Sunday 18 September 2011

School For Scoundrels

The trail of the missing Alastair Sim has finally led him here. We don’t have much in the way of law enforcement but what we do have can be frighteningly cold. Because what we have is Ian Richardson. Richardson whose cold, dead eyes and threateningly calm voice have served the country as the ever efficient head of every secret service, government and even Porterhouse is in no mood for any nonsense. His charm has no warmth. A bunch of dahlias on the occasional table rather than wilting in the cold of his presence have straightened themselves up more smartly. Inspector Richardson has that effect on people. If he were a Commissar cats would denounce cats, and cats denounce one another. Not that cats take much urging in that department.

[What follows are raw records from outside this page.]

static rigmat_status result_alloc(rigmat_sim_result *r, size_t nx, size_t nu, size_t ny,
        size_t nrows, rigmat_error *err)
{
    rigmat_sim_result_release(r);
    r->nx = nx;
    r->nu = nu;
    r->ny = ny;
    r->nrows_planned = nrows;
    r->t_s = malloc(nrows * sizeof *r->t_s);
    r->x = malloc((nrows * nx + 1) * sizeof *r->x);
    r->u = malloc((nrows * nu + 1) * sizeof *r->u);
    r->y = malloc((nrows * ny + 1) * sizeof *r->y);
    if (r->t_s == NULL || r->x == NULL || r->u == NULL || r->y == NULL) {
        rigmat_sim_result_release(r);
        return RIGMAT_FAIL(err, RIGMAT_ENOMEM, "out of memory for %zu rows", nrows);
    }
    return RIGMAT_OK;
}

static double vget(const gsl_vector *v, size_t i)
{
    return v != NULL ? gsl_vector_get(v, i) : 0.0;
}

/* y = y0 + C dx + D du (linear and sampled rows). */
static void linear_output(const rigmat_lti *l, const double *dx, const double *du, double *y)
{
    size_t i, k;

    for (i = 0; i < l->ny; i++) {
        double s = vget(l->y0, i);
        for (k = 0; k < l->nx; k++)
            s += gsl_matrix_get(l->C, i, k) * dx[k];
        for (k = 0; k < l->nu; k++)
            s += gsl_matrix_get(l->D, i, k) * du[k];
        y[i] = s;
    }
}

static int finite_n(const double *a, size_t n)
{
    size_t i;
    for (i = 0; i < n; i++)
        if (!isfinite(a[i]))
            return 0;
    return 1;
}

/* ------------------------------------------------------------ nonlinear */

struct nl_ctx {
    rigmat_system *sys;
    struct plan *plan;
    const rigmat_lti *lin;
    size_t nx, nu;
    double *u, *du, *rate; /* nu */
    gsl_matrix *J, *Bu;    /* nx x nx, nx x nu (NULL when nu = 0) */
    rigmat_error fail;     /* the first failure of f or its Jacobian */
    double fail_t;
    int failed;
};

static void nl_input(struct nl_ctx *c, double t, int with_rate)
{
    size_t j;

    plan_du(c->plan, t, c->du, with_rate ? c->rate : NULL);
    for (j = 0; j < c->nu; j++)
        c->u[j] = vget(c->lin->u0, j) + c->du[j];
}

static void nl_note(struct nl_ctx *c, double t, const rigmat_error *e)
{
    if (c->failed)
        return;
    c->failed = 1;
    c->fail = *e;
    c->fail_t = t;
}

static int nl_f(double t, const double y[], double dydt[], void *params)
{
    struct nl_ctx *c = params;
    rigmat_error e;

    memset(&e, 0, sizeof e);
    if (!finite_n(y, c->nx)) {
        RIGMAT_FAIL(&e, RIGMAT_ENUMERIC, "the state is not finite");
        nl_note(c, t, &e);
        return GSL_EBADFUNC;
    }
    nl_input(c, t, 0);
    if (rigmat_system_eval(c->sys, y, c->u, dydt, NULL, &e) != RIGMAT_OK) {
        nl_note(c, t, &e);
        return GSL_EBADFUNC;
    }
    if (!finite_n(dydt, c->nx)) {
        RIGMAT_FAIL(&e, RIGMAT_ENUMERIC, "the state derivative is not finite");
        nl_note(c, t, &e);
        return GSL_EBADFUNC;
    }
    return GSL_SUCCESS;
}

static int nl_jac(double t, const double y[], double *dfdy, double dfdt[], void *params)
{
    struct nl_ctx *c = params;
    gsl_matrix_view J = gsl_matrix_view_array(dfdy, c->nx, c->nx);
    rigmat_error e;
    size_t i, j;

    memset(&e, 0, sizeof e);
    nl_input(c, t, 1);
    if (rigmat_system_jacobians(c->sys, y, c->u, &J.matrix, c->Bu, NULL, NULL, &e) !=
            RIGMAT_OK) {
        nl_note(c, t, &e);
        return GSL_EBADFUNC;
    }
    for (i = 0; i < c->nx; i++) {
        double s = 0.0;
        for (j = 0; j < c->nu; j++)
            s += gsl_matrix_get(c->Bu, i, j) * c->rate[j];
        dfdt[i] = s;
    }
    if (!finite_n(dfdy, c->nx * c->nx) || !finite_n(dfdt, c->nx)) {
        RIGMAT_FAIL(&e, RIGMAT_ENUMERIC, "the Jacobian of the model is not finite");
        nl_note(c, t, &e);
        return GSL_EBADFUNC;
    }
    return GSL_SUCCESS;
}

static rigmat_status nl_fail(const struct nl_ctx *c, double t, int gsl_status, double rtol,
        rigmat_error *err)
{
    if (c->failed) {
        RIGMAT_FAIL(err, RIGMAT_ENUMERIC, "the nonlinear model fails at t = %.9g s: %s",
                c->fail_t, c->fail.message);
        if (err != NULL) {
            err->where = c->fail.where;
            err->within = c->fail.within;
        }
        if (c->fail.hint[0])
            rigmat_error_hint(err, "%s", c->fail.hint);
        else
            rigmat_error_hint(err, "the rig has left the region where its model is valid");
        return RIGMAT_ENUMERIC;
    }
    RIGMAT_FAIL(err, RIGMAT_ENUMERIC,
            "the integrator cannot meet the tolerance %.3g at t = %.9g s (%s)", rtol, t,
            gsl_strerror(gsl_status));
    rigmat_error_hint(err, "a looser --tolerance or a shorter --duration may help; the "
            "motion may also be escaping (a non-finite or unbounded state)");
    return RIGMAT_ENUMERIC;
}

Precisely polite he wants to know if I’ve seen Alastair Sim? He stands on the rug where the last of that great actor has left his mark upon the world. Ian Richardson was never in School For Scoundrels. He does not like it mentioned. It’s my own fault. When making the tea only an hour ago and on seeing what a grey day was promised I hoped to find on tele this afternoon that very film.
I’m bored silly you see with action movies, and robots, and CGI and flashy trash generally. I want to sit and watch black and white, to chuckle at Ealing. I’m not turning into my Dad. I watched this stuff eagerly on weekend afternoons, each one a treasure when found. If a film didn’t have Sean Connery in a dinner jacket, or Lancaster or Mosquito bombers in it – my Dad wasn’t interested. He’d snort at the opening of Passport to Pimlico. He’s scowl as The Ladykillers began. He’d demand to know when The Man In The White Suit appeared if I was ‘really going to watch this rubbish?’ He wanted Pussy Galore or 633 Squadron, or it was off to the allotment with him. And of them all my favourite was, is, School For Scoundrels. And it’s not even an Ealing.

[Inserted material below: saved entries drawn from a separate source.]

START_TEST(delayed_recursion_matches_integration)
{
    /* tests/ref/delay_cases.txt: x' = A x + B u(t - tau) integrated by scipy
     * solve_ivp(method="DOP853", rtol=1e-13, atol=1e-15) between input changes */
    FILE *f = fopen("ref/delay_cases.txt", "r");
    char line[256];
    size_t n, m, p, K, cases = 0;
    double T, worst = 0.0;
    gsl_matrix *A, *B, *C, *D, *x0, *u;
    rigmat_lti *s;

    ck_assert_ptr_nonnull(f);
    do
        ck_assert_ptr_nonnull(fgets(line, sizeof line, f));
    while (line[0] == '#');
    ck_assert_int_eq(sscanf(line, "plant %zu %zu %zu %lf %zu", &n, &m, &p, &T, &K), 5);
    A = tu_read_mat(f, n, n);
    B = tu_read_mat(f, n, m);
    C = tu_read_mat(f, p, n);
    D = tu_read_mat(f, p, m);
    x0 = tu_read_mat(f, 1, n);
    u = tu_read_mat(f, K, m);
    s = rigmat_lti_alloc(n, m, p, m);
    gsl_matrix_memcpy(s->A, A);
    gsl_matrix_memcpy(s->B, B);
    gsl_matrix_memcpy(s->C, C);
    gsl_matrix_memcpy(s->D, D);
    for (;;) {
        size_t dd, k, i, j;
        double fr;
        rigmat_dlti *d;
        gsl_matrix *xs, *ys;
        double *z, *zn;
        if (fscanf(f, " delay %zu %lf", &dd, &fr) != 2)
            break;
        xs = tu_read_mat(f, K, n);
        ys = tu_read_mat(f, K, p);
        d = run(s, RIGMAT_METHOD_ZOH, T, 0, (double)dd + fr);
        ck_assert_uint_eq(d->ndelay, fr > 0 ? dd + 1 : dd);
        z = calloc(d->nx, sizeof *z);
        zn = calloc(d->nx, sizeof *zn);
        for (i = 0; i < n; i++)
            z[i] = gsl_matrix_get(x0, 0, i);
        for (k = 0; k < K; k++) {
            /* y[k] = Cd z + Dd u[k]; compare, then step */
            for (i = 0; i < p; i++) {
                double y = 0.0;
                for (j = 0; j < d->nx; j++)
                    y += gsl_matrix_get(d->Cd, i, j) * z[j];
                for (j = 0; j < m; j++)
                    y += gsl_matrix_get(d->Dd, i, j) * gsl_matrix_get(u, k, j);
                ck_assert_msg(fabs(y - gsl_matrix_get(ys, k, i)) <= 1e-12,
                              "delay %zu+%g: y[%zu][%zu] = %.17g, want %.17g", dd, fr, k, i, y,
                              gsl_matrix_get(ys, k, i));
                if (fabs(y - gsl_matrix_get(ys, k, i)) > worst)
                    worst = fabs(y - gsl_matrix_get(ys, k, i));
            }
            for (i = 0; i < n; i++)
                ck_assert_msg(fabs(z[i] - gsl_matrix_get(xs, k, i)) <= 1e-12,
                              "delay %zu+%g: x[%zu][%zu] = %.17g, want %.17g", dd, fr, k, i, z[i],
                              gsl_matrix_get(xs, k, i));
            for (i = 0; i < d->nx; i++) {
                double v = 0.0;
                for (j = 0; j < d->nx; j++)
                    v += gsl_matrix_get(d->Ad, i, j) * z[j];
                for (j = 0; j < m; j++)
                    v += gsl_matrix_get(d->Bd, i, j) * gsl_matrix_get(u, k, j);
                zn[i] = v;
            }
            memcpy(z, zn, d->nx * sizeof *z);
        }
        free(z);
        free(zn);
        gsl_matrix_free(xs);
        gsl_matrix_free(ys);
        rigmat_dlti_free(d);
        cases++;
    }
    fclose(f);
    ck_assert_uint_eq(cases, 5);
    if (getenv("RIGMAT_TEST_VERBOSE") != NULL)
        fprintf(stderr, "delay: %zu cases, worst output difference %.3g\n", cases, worst);
    gsl_matrix_free(A);
    gsl_matrix_free(B);
    gsl_matrix_free(C);
    gsl_matrix_free(D);
    gsl_matrix_free(x0);
    gsl_matrix_free(u);
    rigmat_lti_free(s);
}
END_TEST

Made in 1960, it boasted much of the same stable. Alastair Sim, Ian Carmichael and... Terry Thomas. Terry who knowing what’s going on with Inspector Richardson and I is at the window now, peering in, dabbing at his purposeful forehead with a monogrammed and bloody rag of Sea Island cotton.

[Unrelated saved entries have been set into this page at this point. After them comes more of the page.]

class SweepFolder:
    """A sweep's folder while the sweep runs: locked, marked as fekt's, written in place.

    Nothing is deleted before :meth:`open_store` has checked the resume file: with ``--force`` the
    files fekt wrote there are then removed (files fekt did not write are kept); with ``--resume`` only
    the summaries (they are rewritten at the end), so that an interrupted run leaves the finished points
    and nothing stale."""

    def __init__(self, plan: OutputPlan, *, resume: bool, command: str, files: Sequence[str],
                 record: Sequence[str], notify: Callable[[str], None], lock=None):
        from ..report.resume import FolderLock

        self.plan, self.resume, self.command, self.notify = plan, resume, command, notify
        self.files, self.record = tuple(files), tuple(record)
        self.shown, self.path = plan.shown, plan.real
        self.store = None
        self.notices: list[str] = []
        self._created: list[str] = []
        self._made_target = False
        self._aside: str | None = None
        self._written: dict[str, dict] = {}
        self._started = False
        from .signals import held

        with held():
            if plan.state == "file":  # told twice: the file is renamed, not lost
                parent = os.path.dirname(plan.real)
                self._aside = os.path.join(parent, _old_name(parent, os.path.basename(plan.real)))
                os.rename(plan.real, self._aside)
                self.notices.append(f"moved the file {self.shown} aside to {show(_rel(self._aside))}")
            try:
                if plan.state in ("new", "file"):
                    self._created = _create_missing(plan.missing, len(plan.missing) - 1) if plan.missing else []
                    try:
                        os.mkdir(plan.real, 0o777)
                        self._made_target = True
                    except FileExistsError:
                        if not os.path.isdir(plan.real):
                            raise
            except BaseException:
                self._undo_creation()
                raise
        self.lock = lock if lock is not None else FolderLock(plan.real, shown=self.shown)
        try:
            self.lock.acquire()
            # again under the lock: another fekt may have written here since the first check
            self.plan = plan_output(plan.given, plan.force, what=plan.what, allow_fekt=resume,
                                    owned_by_name=self.files, fekt_hint="pass --resume to finish or extend that "
                                    "sweep, --force to start over, or choose another --out")
            self._clean_stale_temporaries()
        except BaseException:
            self.lock.release()
            self._undo_creation()
            raise

    def _clean_stale_temporaries(self) -> None:
        # under the lock no other fekt writes here, so a temporary of fekt's is left from a killed run
        for n in os.listdir(self.path):
            if n.startswith(TMP_PREFIX):
                p = os.path.join(self.path, n)
                if os.path.isfile(p) and not os.path.islink(p):
                    os.unlink(p)

    # the resume file ---------------------------------------------------------------------------------
    def open_store(self, *, case_sha256: str, settings: Mapping, schema, key=("index", "values"),
                   kind: str = "sweep-points"):
        """Open (``resume``) or start the folder's ``points.jsonl`` and only then clear what is stale.

        Raises ResumeMismatch (exit 2) for a resume file of another case or other settings: nothing is
        deleted then. Problems with single lines are in ``store.notes`` (print them)."""
        from ..report.resume import ResumeStore

        marker = read_marker(self.path)
        if self.resume and marker is not None and marker.get("command") not in (None, self.command):
            raise _usage(f"the sweep folder {self.shown} holds results of `fekt {marker.get('command')}`, not a "
                         "sweep, so there is nothing to resume", hint="pass --force to replace them, or choose "
                                                                     "another --out")
        owned = _owned(self.path, marker, self.files if marker is not None else ())
        store = ResumeStore(self.path, case_sha256=case_sha256, settings=settings, schema=schema, key=key,
                            kind=kind, lock=self.lock, shown=self.shown)
        if self.resume:
            store.open(resume=True)  # checks before anything is removed
            stale = [n for n in owned if n not in self.record]
        else:
            stale = list(owned)
            store_existing = [n for n in (store.name, store.rejected_name) if os.path.lexists(os.path.join(self.path, n))
                              and n not in owned]
            if store_existing and self.plan.force < 2:
                raise _usage(f"the sweep folder {self.shown} holds {', '.join(map(show, store_existing))}, which fekt "
                             "did not write", hint="move it away, or pass --force twice to have it renamed to NAME.old")
            for n in store_existing:
                old = _old_name(self.path, n)
                os.rename(os.path.join(self.path, n), os.path.join(self.path, old))
                self.notices.append(f"renamed {show(n)} in {self.shown}, which fekt did not write, to {show(old)}")
        in_way = [n for n in self.files if n not in owned and n not in (store.name, store.rejected_name)
                  and os.path.lexists(os.path.join(self.path, n))]
        if in_way and self.plan.force < 2:
            raise _usage(f"the sweep folder {self.shown} holds {', '.join(map(show, in_way))}, which fekt did not "
                         "write (or which was changed since)",
                         hint="move it away, or pass --force twice to have it renamed to NAME.old")
        from .signals import held

        with held():
            for n in in_way:
                old = _old_name(self.path, n)
                os.rename(os.path.join(self.path, n), os.path.join(self.path, old))
                self.notices.append(f"renamed {show(n)} in {self.shown}, which fekt did not write, to {show(old)}")
            for n in stale:
                try:
                    os.unlink(os.path.join(self.path, n))
                except FileNotFoundError:
                    pass
            if not self.resume:
                if owned and marker is not None:
                    self.notices.append(f"starting over in {self.shown}: removed the results of {_by(marker)} there")
                store.open(resume=False)
            self.store = store
            self._write_marker("running")
            self._started = True
        for n in self.notices:
            self.notify(n)
        self.notices.clear()
        return store

    # summaries ---------------------------------------------------------------------------------------
    def file(self, name: str) -> str:
        if not _plain_name(name) or name.startswith(".fekt"):
            raise ValueError(f"'{name}' is not a plain file name fekt may write")
        return os.path.join(self.path, name)

    def _wrote(self, name: str) -> None:
        self._written[name] = {"sha256": _sha256(self.file(name))}

    def write_with(self, name: str, fn: Callable[[str], None]) -> None:
        write_atomic(self.file(name), fn)
        self._wrote(name)

    def write_json(self, name: str, data: dict) -> None:
        write_json(self.file(name), data)
        self._wrote(name)

    def write_text(self, name: str, text: str) -> None:
        write_text(self.file(name), text)
        self._wrote(name)

    # bookkeeping -------------------------------------------------------------------------------------
    def _write_marker(self, state: str) -> None:
        files: dict[str, dict] = {}
        for n in self.record:
            if os.path.isfile(os.path.join(self.path, n)):
                files[n] = {}
        files.update(self._written)
        write_json(os.path.join(self.path, MARKER), _marker(self.command, state, files))

    def finish(self) -> None:
        try:
            if self._started:
                self._write_marker("complete")
        finally:
            self.lock.release()

    def abort(self) -> None:
        """After an exception: keep a resumable record if points were finished, else remove what this
        run created (never a file fekt did not write)."""
        from .signals import held

        with held():
            try:
                points = self.store.count if self.store is not None else 0
                if self.store is not None:
                    self.store.close()
                if points == 0 and self._made_target:
                    for n in list(self._written) + list(self.record) + [MARKER]:
                        try:
                            os.unlink(os.path.join(self.path, n))
                        except (FileNotFoundError, IsADirectoryError):
                            pass
                    self.lock.release()
                    self._undo_creation()
                elif self._started:
                    self._write_marker("incomplete")
            finally:
                self.lock.release()

    def _undo_creation(self) -> None:
        """Remove the folder this run created (only when nothing else is in it) and put back a file
        that was moved aside."""
        if self._made_target:
            try:
                os.unlink(os.path.join(self.path, LOCK))
            except OSError:
                pass
            try:
                os.rmdir(self.path)
            except OSError:
                return
            self._made_target = False
            _remove_created(self._created)
        if self._aside is not None and not os.path.lexists(self.path):
            try:
                os.rename(self._aside, self.path)
                self._aside = None
            except OSError:
                pass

School For Scoundrels is Terry Thomas, and where Ian Carmichael learns to best Terry Thomas by being taught such ‘gamesmanship’ by Alastair Sim. Gamesmanship being the art, of being, Terry Thomas. Of being a cad, a conman, of charmingly getting one over the other chap whilst dressed just so and which really every contestant on The Apprentice should be made to watch eyes held open like Alex under the Ludovico technique to the sounds of  a little Ludwig Van.
Inspector Richardson leaves in such a way to make sure that he knows, what I know, whatever that might be. At some point he’ll make a suggestion I don’t doubt, to go somewhere, to pick up something, to stand on the platform beside a person and in the crowd jostle. I’ll need to be sharp to turn the tables. I’ll need to up my gamesmanship.
So I hope that School For Scoundrels is on this afternoon. And also now if you’ve any sense should you.   

3 comments:

  1. It's unlikely to be helpful to you given your lack of upstairs audio, but if that situation has changed, the film has been uploaded onto YouTube by a keen student of lifemanship. As such, I'm watching it now.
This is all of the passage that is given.